Stored data:
□ □ □
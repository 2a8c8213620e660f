"""Endmember fractions over a lazy (time, band, y, x) reflectance cube.

The per-pixel solver :func:`unmix.solvers.estimate_fractions` is mapped over the cube's dask chunks,
one task per chunk, with the band axis moved last as a view (chunks read from GeoTIFFs are views of
band-last buffers, so no chunk is copied on its way to the solver); the same task marks the pixels
with valid fractions for ``valid_count``. In-memory cubes go through :func:`xarray.apply_ufunc` (band
as the core dimension); both paths give identical values. Nothing is computed here:
the result stays lazy until a writer (:func:`unmix.io.products.write_netcdf`) or ``.compute()`` runs
it, chunk by chunk. No paths are opened and nothing is printed.
"""

from __future__ import annotations

import threading
import warnings
from collections.abc import Sequence
from typing import Any

import numba
import numpy as np
import xarray as xr

from ..errors import BandMismatchError, InputError, ShapeError
from ..solvers import Constraint, check_endmembers, estimate_fractions

__all__ = ["unmix_cube"]

_REFERENCES = (
    "Heinz & Chang (2001) IEEE TGRS 39(3):529-545, doi:10.1109/36.911111; "
    "Keshava & Mustard (2002) IEEE Signal Processing Magazine 19(1):44-57, doi:10.1109/79.974727"
)


def _unmix_block(block: np.ndarray, endmembers: np.ndarray, constraint: str, weights: Any, names: tuple) -> tuple:
    """Kernel call on one chunk: (..., band) float32 -> ((..., endmember), (...)) float32."""
    from ..errors import CollinearityWarning

    # Inside a dask worker thread the scheduler already runs one task per core: a single numba
    # thread per task avoids oversubscribing the cores (numba's setting is per thread).
    in_pool = threading.current_thread() is not threading.main_thread()
    previous = numba.get_num_threads() if in_pool else None
    if in_pool:
        numba.set_num_threads(1)
    try:
        # The endmembers were checked (and any collinearity warning issued) once when the graph
        # was built; do not repeat the warning for every chunk.
        with warnings.catch_warnings():
            warnings.simplefilter("ignore", CollinearityWarning)
            fractions, rmse = estimate_fractions(
                np.asarray(block, dtype=np.float32), endmembers, constraint=constraint, weights=weights, names=names
            )
    finally:
        if previous is not None:
            numba.set_num_threads(previous)
    return fractions.astype(np.float32, copy=False), rmse.astype(np.float32, copy=False)


def unmix_cube(
    cube: xr.DataArray,
    endmembers: Any,
    *,
    names: Sequence[str],
    constraint: Constraint | str = "fcls",
    weights: Any = None,
) -> xr.Dataset:
    """Fractions of every endmember in every pixel and date of a reflectance cube (lazy).

    Linear spectral mixture model per pixel, solved by :func:`unmix.solvers.estimate_fractions`
    (fully constrained least squares by default: fractions non-negative and summing to one).

    Parameters
    ----------
    cube : (time, band, y, x) xarray.DataArray
        Reflectance [unitless, 0-1], float32, usually dask-backed (see
        :func:`unmix.io.stack.open_stack`). NaN = no data; a pixel with a NaN band gets NaN
        fractions and RMSE on that date.
    endmembers : (endmember, band) array_like or xarray.DataArray
        Endmember spectra [reflectance] in the cube's band order; a DataArray with a ``band``
        coordinate is matched to the cube's bands by name.
    names : sequence of str
        One name per endmember (the ``endmember`` coordinate).
    constraint : Constraint or str, default "fcls"
        ``"none"``, ``"sum-to-one"``, ``"non-negative"`` or ``"fcls"``.
    weights : (band,) array_like, optional
        Per-band weights of the least squares [1/reflectance**2].

    Returns
    -------
    xarray.Dataset
        ``fractions`` (time, endmember, y, x) float32 [1]; ``rmse`` (time, y, x) float32
        [reflectance]; ``valid_count`` (y, x) int32, dates with valid fractions;
        ``endmember_spectra`` (endmember, band) float32 [reflectance]. Coordinates and the
        georeferencing (``spatial_ref``, ``crs_wkt``, ``transform``) of ``cube`` are kept;
        attributes record method, constraint and endmember names. All lazy if ``cube`` is.

    Raises
    ------
    BandMismatchError
        Endmember band count or names do not match the cube's bands.
    RankError
        More endmembers than the bands can separate under ``constraint``.

    References
    ----------
    Heinz, D. C. & Chang, C.-I. (2001). Fully constrained least squares linear spectral mixture
    analysis method for material quantification in hyperspectral imagery. IEEE Transactions on
    Geoscience and Remote Sensing 39(3), 529-545. https://doi.org/10.1109/36.911111

    Keshava, N. & Mustard, J. F. (2002). Spectral unmixing. IEEE Signal Processing Magazine 19(1),
    44-57. https://doi.org/10.1109/79.974727

    Examples
    --------
    >>> import numpy as np, xarray as xr
    >>> M = np.array([[0.04, 0.08, 0.05, 0.45], [0.12, 0.16, 0.22, 0.28]])
    >>> x = (np.array([0.7, 0.3]) @ M).astype("float32")
    >>> cube = xr.DataArray(np.broadcast_to(x[None, :, None, None], (2, 4, 3, 3)).copy(),
    ...                     dims=("time", "band", "y", "x")).chunk({"time": 1})
    >>> ds = unmix_cube(cube, M, names=["gv", "soil"])
    >>> round(float(ds.fractions.sel(endmember="gv").values[0, 0, 0]), 4)
    0.7
    """
    if not isinstance(cube, xr.DataArray):
        raise InputError(f"unmix_cube needs an xarray.DataArray, got {type(cube).__name__}")
    missing = [d for d in ("time", "band", "y", "x") if d not in cube.dims]
    if missing:
        raise ShapeError(f"the cube needs dims (time, band, y, x); missing {missing}, has {cube.dims}")
    cube = cube.transpose("time", "band", "y", "x")
    names = tuple(str(n) for n in names)
    band_labels = [str(b) for b in cube["band"].values] if "band" in cube.coords else None

    if isinstance(endmembers, xr.DataArray):
        if "band" in endmembers.dims and band_labels is not None and "band" in endmembers.coords:
            em_bands = [str(b) for b in endmembers["band"].values]
            lacking = [b for b in band_labels if b not in em_bands]
            if lacking:
                raise BandMismatchError(
                    f"the endmembers lack the cube's bands {', '.join(lacking)} (endmember bands: {', '.join(em_bands)})"
                )
            endmembers = endmembers.sel(band=band_labels)
        endmembers = endmembers.transpose(..., "band").values if "band" in endmembers.dims else endmembers.values
    con = Constraint(constraint) if not isinstance(constraint, Constraint) else constraint
    n_bands = cube.sizes["band"]
    M = check_endmembers(endmembers, constraint=con, n_bands=n_bands, names=names, weights=weights)
    if len(names) != M.shape[0]:
        raise ShapeError(f"{len(names)} endmember names given for {M.shape[0]} endmember spectra")
    w = None if weights is None else np.asarray(weights, dtype=np.float64)

    if cube.dtype != np.float32:
        cube = cube.astype(np.float32)
    if cube.chunks is not None and len(cube.chunks[1]) > 1:
        cube = cube.chunk({"band": -1})

    if cube.chunks is not None:
        return _finish(cube, *_unmix_dask(cube, M, con.value, w, names), M, con, w, names, band_labels)
    fractions, rmse = xr.apply_ufunc(
        _unmix_block,
        cube,
        kwargs={"endmembers": M, "constraint": con.value, "weights": w, "names": names},
        input_core_dims=[["band"]],
        output_core_dims=[["endmember"], []],
        dask="parallelized",
        output_dtypes=[np.float32, np.float32],
        dask_gufunc_kwargs={"output_sizes": {"endmember": len(names)}},
        keep_attrs=False,
    )
    fractions = fractions.transpose("time", "endmember", "y", "x").assign_coords(endmember=list(names))
    valid_count = fractions.notnull().all("endmember").sum("time").astype(np.int32)
    return _finish(cube, fractions, rmse, valid_count, M, con, w, names, band_labels)


def _unmix_chunk(block: np.ndarray, endmembers: np.ndarray, constraint: str, weights: Any, names: tuple) -> tuple:
    """One (time, band, y, x) chunk -> fractions (time, endmember, y, x), RMSE and valid (time, y, x).

    The band axis is moved last as a view: chunks read from GeoTIFFs are views of band-last buffers,
    so the kernel gets them without a copy. Outputs are views of the kernel's band-last results.
    """
    fractions, rmse = _unmix_block(np.moveaxis(block, 1, -1), endmembers, constraint, weights, names)
    valid = np.isfinite(fractions[..., 0])
    for j in range(1, fractions.shape[-1]):
        valid &= np.isfinite(fractions[..., j])
    return np.moveaxis(fractions, -1, 1), rmse, valid


def _unmix_dask(cube: xr.DataArray, M: np.ndarray, constraint: str, w: Any, names: tuple) -> tuple:
    """Lazy fractions, RMSE and valid-date count of a dask-backed (time, band, y, x) cube.

    One task per chunk runs the kernel (fused with the chunk's read by dask's graph optimisation)
    and returns three arrays; three light layers pick them out. Equivalent to ``apply_ufunc`` with
    band as the core dim, without its transposed copy of every chunk.
    """
    import operator

    import dask.array as dsa
    from dask.base import tokenize
    from dask.highlevelgraph import HighLevelGraph

    data = cube.data
    p = len(names)
    token = tokenize(data, M, constraint, w, names)
    name = "unmix-" + token
    both = dsa.blockwise(
        _unmix_chunk, "tbyx", data, "tbyx", name=name, dtype=np.float32,
        meta=np.empty((0, 0, 0, 0), np.float32), endmembers=M, constraint=constraint, weights=w, names=names,
    )  # fmt: skip
    keys = [k for k in both.__dask_keys__() for k in _flatten_keys(k)]
    tc, _, yc, xc = data.chunks

    def pick(index: int, label: str, chunks: tuple, dtype: Any, drop_band: bool) -> Any:
        out_name = f"unmix-{label}-{token}"
        layer = {(out_name, k[1], *(() if drop_band else (0,)), k[3], k[4]): (operator.getitem, k, index)
                 for k in keys}
        graph = HighLevelGraph.from_collections(out_name, layer, dependencies=[both])
        ndim = 3 if drop_band else 4
        return dsa.Array(graph, out_name, chunks, dtype=dtype, meta=np.empty((0,) * ndim, dtype))

    frac = pick(0, "fractions", (tc, (p,), yc, xc), np.float32, False)
    rmse = pick(1, "rmse", (tc, yc, xc), np.float32, True)
    valid = pick(2, "valid", (tc, yc, xc), np.bool_, True)
    coords = {k: v for k, v in cube.coords.items() if "band" not in v.dims}
    fractions = xr.DataArray(frac, dims=("time", "endmember", "y", "x"), coords=coords).assign_coords(
        endmember=list(names))
    rmse_da = xr.DataArray(rmse, dims=("time", "y", "x"), coords=coords)
    # Small partial sums combined pairwise: the default tree reduction keeps up to 16 int64
    # partial maps per spatial chunk alive, which made memory grow with the number of dates.
    counts = dsa.sum(valid.astype(np.int16), axis=0, dtype=np.int16, split_every=2).astype(np.int32)
    valid_count = xr.DataArray(counts, dims=("y", "x"), coords={k: v for k, v in coords.items() if "time" not in v.dims})
    return fractions, rmse_da, valid_count


def _flatten_keys(k: Any) -> list:
    return [x for sub in k for x in _flatten_keys(sub)] if isinstance(k, list) else [k]


def _finish(cube: xr.DataArray, fractions: xr.DataArray, rmse: xr.DataArray, valid_count: xr.DataArray,
            M: np.ndarray, con: Constraint, w: Any, names: tuple, band_labels: Any) -> xr.Dataset:
    """Attributes, spectra and georeferencing around the computed (lazy) variables."""
    fractions.attrs = {"long_name": "endmember fraction (share of the pixel)", "units": "1",
                       "valid_min": 0.0, "valid_max": 1.0} if con is Constraint.FCLS else \
        {"long_name": "endmember fraction (share of the pixel)", "units": "1"}
    rmse.attrs = {"long_name": "root mean square residual of the mixture model", "units": "1"}
    valid_count.attrs = {"long_name": "number of dates with valid fractions", "units": "1"}
    spectra = xr.DataArray(
        M.astype(np.float32),
        dims=("endmember", "band"),
        coords={"endmember": list(names), **({"band": band_labels} if band_labels is not None else {})},
        attrs={"long_name": "endmember reflectance spectra used", "units": "1"},
    )
    georef = {k: cube.attrs[k] for k in ("crs_wkt", "transform") if k in cube.attrs}
    for da_ in (fractions, rmse, valid_count):
        da_.attrs.update(georef)

    ds = xr.Dataset({"fractions": fractions, "rmse": rmse, "valid_count": valid_count, "endmember_spectra": spectra})
    ds.attrs = {
        "method": "linear spectral unmixing by least squares"
        + (" (fully constrained: non-negative, sum to one)" if con is Constraint.FCLS else f" ({con.value})"),
        "constraint": con.value,
        "endmember_names": ", ".join(names),
        "references": _REFERENCES,
        **georef,
    }
    if w is not None:
        ds.attrs["band_weights"] = w
    for key in ("sensor", "input_files"):
        if key in cube.attrs:
            ds.attrs[key] = cube.attrs[key]
    return ds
□ □ □
◆ WHAT IS REQUIRED
Up to and including the line with "# thread per", repeat the data exactly, starting from its first line; nothing else belongs in the response.

◆ WRITTEN RESPONSE
repository 2a8c8213620e660f
"""Endmember fractions over a lazy (time, band, y, x) reflectance cube.

The per-pixel solver :func:`unmix.solvers.estimate_fractions` is mapped over the cube's dask chunks,
one task per chunk, with the band axis moved last as a view (chunks read from GeoTIFFs are views of
band-last buffers, so no chunk is copied on its way to the solver); the same task marks the pixels
with valid fractions for ``valid_count``. In-memory cubes go through :func:`xarray.apply_ufunc` (band
as the core dimension); both paths give identical values. Nothing is computed here:
the result stays lazy until a writer (:func:`unmix.io.products.write_netcdf`) or ``.compute()`` runs
it, chunk by chunk. No paths are opened and nothing is printed.
"""

from __future__ import annotations

import threading
import warnings
from collections.abc import Sequence
from typing import Any

import numba
import numpy as np
import xarray as xr

from ..errors import BandMismatchError, InputError, ShapeError
from ..solvers import Constraint, check_endmembers, estimate_fractions

__all__ = ["unmix_cube"]

_REFERENCES = (
    "Heinz & Chang (2001) IEEE TGRS 39(3):529-545, doi:10.1109/36.911111; "
    "Keshava & Mustard (2002) IEEE Signal Processing Magazine 19(1):44-57, doi:10.1109/79.974727"
)


def _unmix_block(block: np.ndarray, endmembers: np.ndarray, constraint: str, weights: Any, names: tuple) -> tuple:
    """Kernel call on one chunk: (..., band) float32 -> ((..., endmember), (...)) float32."""
    from ..errors import CollinearityWarning

    # Inside a dask worker thread the scheduler already runs one task per core: a single numba
    # thread per task avoids oversubscribing the cores (numba's setting is per thread).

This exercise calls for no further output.